EXERCISE REQUIREMENTS
Once the line containing "e, h = fit.residuals[start:stop], fit.leverage[start:stop]" is found in the entries below, reproduce it and every line after it, stopping at and including the line containing "se = np.full(sse.shape, np.nan)"; reproduce nothing else, and keep each line exact.
+ + + + + + +
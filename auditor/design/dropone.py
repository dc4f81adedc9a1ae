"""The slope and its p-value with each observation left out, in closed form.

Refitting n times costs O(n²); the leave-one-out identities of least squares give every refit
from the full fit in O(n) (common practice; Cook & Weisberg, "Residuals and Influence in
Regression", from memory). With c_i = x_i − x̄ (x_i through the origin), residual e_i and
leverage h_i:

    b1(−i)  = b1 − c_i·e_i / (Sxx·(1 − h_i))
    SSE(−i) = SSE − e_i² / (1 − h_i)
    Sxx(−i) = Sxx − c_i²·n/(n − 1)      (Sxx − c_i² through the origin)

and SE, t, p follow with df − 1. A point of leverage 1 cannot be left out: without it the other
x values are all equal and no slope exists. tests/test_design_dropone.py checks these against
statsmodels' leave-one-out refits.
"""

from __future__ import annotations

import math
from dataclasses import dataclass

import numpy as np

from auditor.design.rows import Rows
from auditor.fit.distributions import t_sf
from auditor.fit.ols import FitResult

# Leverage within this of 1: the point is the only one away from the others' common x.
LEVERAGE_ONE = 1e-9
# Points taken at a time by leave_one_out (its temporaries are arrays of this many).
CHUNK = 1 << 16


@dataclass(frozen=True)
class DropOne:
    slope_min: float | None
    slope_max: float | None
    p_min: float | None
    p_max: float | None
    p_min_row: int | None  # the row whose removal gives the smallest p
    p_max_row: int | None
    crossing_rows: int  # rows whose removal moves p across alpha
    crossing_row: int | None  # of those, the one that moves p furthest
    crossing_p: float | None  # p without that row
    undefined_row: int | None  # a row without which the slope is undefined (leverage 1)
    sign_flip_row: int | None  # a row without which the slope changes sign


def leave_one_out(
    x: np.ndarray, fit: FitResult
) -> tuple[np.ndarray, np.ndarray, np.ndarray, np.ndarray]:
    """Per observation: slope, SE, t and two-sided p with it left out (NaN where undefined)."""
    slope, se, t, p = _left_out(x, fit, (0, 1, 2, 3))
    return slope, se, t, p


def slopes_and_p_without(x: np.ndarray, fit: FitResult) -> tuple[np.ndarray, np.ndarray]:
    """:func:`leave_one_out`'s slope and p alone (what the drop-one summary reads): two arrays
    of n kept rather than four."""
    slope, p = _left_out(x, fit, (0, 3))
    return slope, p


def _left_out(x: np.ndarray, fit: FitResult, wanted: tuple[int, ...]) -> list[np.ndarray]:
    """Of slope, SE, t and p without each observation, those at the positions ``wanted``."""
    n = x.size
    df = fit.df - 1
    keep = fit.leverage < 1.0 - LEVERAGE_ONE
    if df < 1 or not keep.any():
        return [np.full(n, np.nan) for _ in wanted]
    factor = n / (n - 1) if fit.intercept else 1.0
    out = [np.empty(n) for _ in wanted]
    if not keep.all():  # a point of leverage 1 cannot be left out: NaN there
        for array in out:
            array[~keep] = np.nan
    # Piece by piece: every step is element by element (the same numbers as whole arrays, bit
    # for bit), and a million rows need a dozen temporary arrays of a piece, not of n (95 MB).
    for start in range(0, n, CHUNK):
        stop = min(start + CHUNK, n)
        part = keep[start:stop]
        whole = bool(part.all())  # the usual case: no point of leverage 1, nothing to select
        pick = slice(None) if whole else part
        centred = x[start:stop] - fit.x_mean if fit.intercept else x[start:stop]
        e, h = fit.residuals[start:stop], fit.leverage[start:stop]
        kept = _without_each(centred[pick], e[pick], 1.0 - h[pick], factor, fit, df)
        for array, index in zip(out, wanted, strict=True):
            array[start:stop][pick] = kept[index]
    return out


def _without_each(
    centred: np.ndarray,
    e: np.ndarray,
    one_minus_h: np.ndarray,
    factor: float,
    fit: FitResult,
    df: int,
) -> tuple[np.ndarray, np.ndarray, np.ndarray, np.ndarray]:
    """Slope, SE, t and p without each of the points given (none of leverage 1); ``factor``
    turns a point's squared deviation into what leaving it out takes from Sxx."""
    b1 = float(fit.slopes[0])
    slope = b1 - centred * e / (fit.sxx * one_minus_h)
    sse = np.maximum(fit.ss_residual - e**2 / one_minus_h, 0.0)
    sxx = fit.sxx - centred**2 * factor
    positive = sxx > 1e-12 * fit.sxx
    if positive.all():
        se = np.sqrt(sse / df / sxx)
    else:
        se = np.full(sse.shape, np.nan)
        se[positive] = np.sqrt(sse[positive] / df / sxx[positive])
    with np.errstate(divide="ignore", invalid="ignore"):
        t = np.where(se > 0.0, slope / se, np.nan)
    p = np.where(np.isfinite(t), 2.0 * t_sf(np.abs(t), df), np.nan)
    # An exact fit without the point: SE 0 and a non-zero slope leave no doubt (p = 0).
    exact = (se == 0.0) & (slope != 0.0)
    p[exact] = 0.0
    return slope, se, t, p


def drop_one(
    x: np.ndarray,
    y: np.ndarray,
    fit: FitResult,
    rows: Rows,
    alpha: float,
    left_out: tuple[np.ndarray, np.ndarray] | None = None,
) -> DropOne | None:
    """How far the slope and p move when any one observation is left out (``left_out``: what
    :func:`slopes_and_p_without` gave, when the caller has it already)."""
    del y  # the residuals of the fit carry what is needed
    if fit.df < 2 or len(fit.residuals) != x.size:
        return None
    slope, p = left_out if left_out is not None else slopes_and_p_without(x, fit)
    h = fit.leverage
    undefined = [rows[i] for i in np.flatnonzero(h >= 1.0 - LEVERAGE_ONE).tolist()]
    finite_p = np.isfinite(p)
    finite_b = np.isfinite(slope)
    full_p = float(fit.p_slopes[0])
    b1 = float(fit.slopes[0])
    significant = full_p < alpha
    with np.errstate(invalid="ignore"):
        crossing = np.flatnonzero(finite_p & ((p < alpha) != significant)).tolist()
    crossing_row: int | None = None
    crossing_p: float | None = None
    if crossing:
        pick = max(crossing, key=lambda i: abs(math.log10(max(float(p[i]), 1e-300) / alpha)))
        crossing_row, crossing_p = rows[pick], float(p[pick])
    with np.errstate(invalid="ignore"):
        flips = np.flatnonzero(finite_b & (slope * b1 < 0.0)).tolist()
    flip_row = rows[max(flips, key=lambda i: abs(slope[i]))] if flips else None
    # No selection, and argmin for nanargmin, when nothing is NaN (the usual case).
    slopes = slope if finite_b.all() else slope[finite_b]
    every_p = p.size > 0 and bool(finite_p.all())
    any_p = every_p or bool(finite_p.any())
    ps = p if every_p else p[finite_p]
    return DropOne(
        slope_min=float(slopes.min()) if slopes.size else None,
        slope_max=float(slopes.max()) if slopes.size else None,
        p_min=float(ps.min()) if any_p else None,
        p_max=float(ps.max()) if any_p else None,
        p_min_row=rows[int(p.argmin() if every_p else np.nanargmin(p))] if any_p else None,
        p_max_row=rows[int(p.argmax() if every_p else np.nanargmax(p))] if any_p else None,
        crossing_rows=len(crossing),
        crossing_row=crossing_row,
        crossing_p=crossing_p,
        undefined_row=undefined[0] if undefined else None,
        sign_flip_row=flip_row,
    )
+ + + + + + +
OUTPUT FOR THIS TASK
        e, h = fit.residuals[start:stop], fit.leverage[start:stop]
        kept = _without_each(centred[pick], e[pick], 1.0 - h[pick], factor, fit, df)
        for array, index in zip(out, wanted, strict=True):
            array[start:stop][pick] = kept[index]
    return out


def _without_each(
    centred: np.ndarray,
    e: np.ndarray,
    one_minus_h: np.ndarray,
    factor: float,
    fit: FitResult,
    df: int,
) -> tuple[np.ndarray, np.ndarray, np.ndarray, np.ndarray]:
    """Slope, SE, t and p without each of the points given (none of leverage 1); ``factor``
    turns a point's squared deviation into what leaving it out takes from Sxx."""
    b1 = float(fit.slopes[0])
    slope = b1 - centred * e / (fit.sxx * one_minus_h)
    sse = np.maximum(fit.ss_residual - e**2 / one_minus_h, 0.0)
    sxx = fit.sxx - centred**2 * factor
    positive = sxx > 1e-12 * fit.sxx
    if positive.all():
        se = np.sqrt(sse / df / sxx)
    else:
        se = np.full(sse.shape, np.nan)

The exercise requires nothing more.